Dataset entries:
======

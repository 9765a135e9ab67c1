"""Speed and memory benchmark of the gradient-based estimators.

Run on synthetic multi-index data with a known subspace, so that accuracy
(the largest principal angle to the truth) is reported beside time and
memory. Meant for ``splitlift bench``, not for the timed test suite.
"""

from __future__ import annotations

import numpy as np

from ..estimators import AverageDerivative, GradientOuterProduct
from ..geometry import principal_angles
from ._timing import timed_with_memory


def synthetic_index_data(n_samples: int, n_features: int, n_indices: int, seed: int = 0):
    """Synthetic Gaussian inputs and a response driven by ``n_indices`` hidden directions.

    With index values ``t = B^T x`` for a random orthonormal ``B`` (d x s),
    the response is ``t_1^2 + 2 sin(t_2) + t_3 + ...`` (the pattern repeats
    with period 3) plus Gaussian noise of standard deviation 0.2. With one
    index it is ``exp(t_1 / 2)`` plus noise, a monotone single-index model.

    Returns
    -------
    X : ndarray of shape (n_samples, n_features)
    y : ndarray of shape (n_samples,)
    basis : ndarray of shape (n_features, n_indices)
    """
    rng = np.random.default_rng(seed)
    basis = np.linalg.qr(rng.standard_normal((n_features, n_indices)))[0]
    X = rng.standard_normal((n_samples, n_features))
    index = X @ basis
    if n_indices == 1:
        signal = np.exp(index[:, 0] / 2)
    else:
        parts = (np.square, lambda t: 2 * np.sin(t), lambda t: t)
        signal = sum(parts[j % 3](index[:, j]) for j in range(n_indices))
    y = signal + 0.2 * rng.standard_normal(n_samples)
    return X, y, basis


def _measure(estimator, X, y, basis) -> dict:
    seconds, peak = timed_with_memory(lambda: estimator.fit(X, y))
    return {
        "n_samples": int(X.shape[0]),
        "n_features": int(X.shape[1]),
        "dim": int(estimator.dim_),
        "seconds": round(seconds, 3),
        "largest_angle_degrees": round(
            float(np.degrees(principal_angles(estimator.basis_, basis)[0])), 3
        ),
        "peak_memory_mb": round(peak / 2**20, 1),
        "data_memory_mb": round(X.nbytes / 2**20, 1),
    }


def benchmark_gradient_methods(
    n_opg: int = 100_000,
    n_ade: int = 20_000,
    n_features: int = 20,
    dim: int = 3,
    seed: int = 0,
) -> dict:
    """Time the outer product of gradients and density-weighted ADE with their defaults.

    Parameters
    ----------
    n_opg : int, default 100_000
        Rows for :class:`GradientOuterProduct` (``dim`` hidden directions).
    n_ade : int, default 20_000
        Rows for density-weighted :class:`AverageDerivative` (one hidden
        direction; the method is quadratic in the number of rows).
    n_features : int, default 20
    dim : int, default 3
    seed : int, default 0

    Returns
    -------
    dict
        ``{"outer_product_of_gradients": {...}, "average_derivative": {...}}``,
        each with ``seconds`` (wall time of ``fit``), ``largest_angle_degrees``
        (to the true subspace), ``peak_memory_mb`` (peak of memory allocated
        during ``fit``, by :mod:`tracemalloc`), ``data_memory_mb`` (the size
        of ``X``) and the problem size. The synthetic data are described in
        :func:`synthetic_index_data`.

    Examples
    --------
    >>> result = benchmark_gradient_methods(n_opg=2000, n_ade=500, n_features=5, dim=2)
    >>> sorted(result["outer_product_of_gradients"])[:3]
    ['data_memory_mb', 'dim', 'largest_angle_degrees']
    """
    X, y, basis = synthetic_index_data(n_opg, n_features, dim, seed)
    opg = _measure(GradientOuterProduct(dim=dim, random_state=seed), X, y, basis)
    X, y, basis = synthetic_index_data(n_ade, n_features, 1, seed)
    ade = _measure(AverageDerivative(dim=1), X, y, basis)
    return {"outer_product_of_gradients": opg, "average_derivative": ade}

======

# [Assignment]
All lines above with the word "size" need to be reported.

# [Result for this task]
        during ``fit``, by :mod:`tracemalloc`), ``data_memory_mb`` (the size
        of ``X``) and the problem size. The synthetic data are described in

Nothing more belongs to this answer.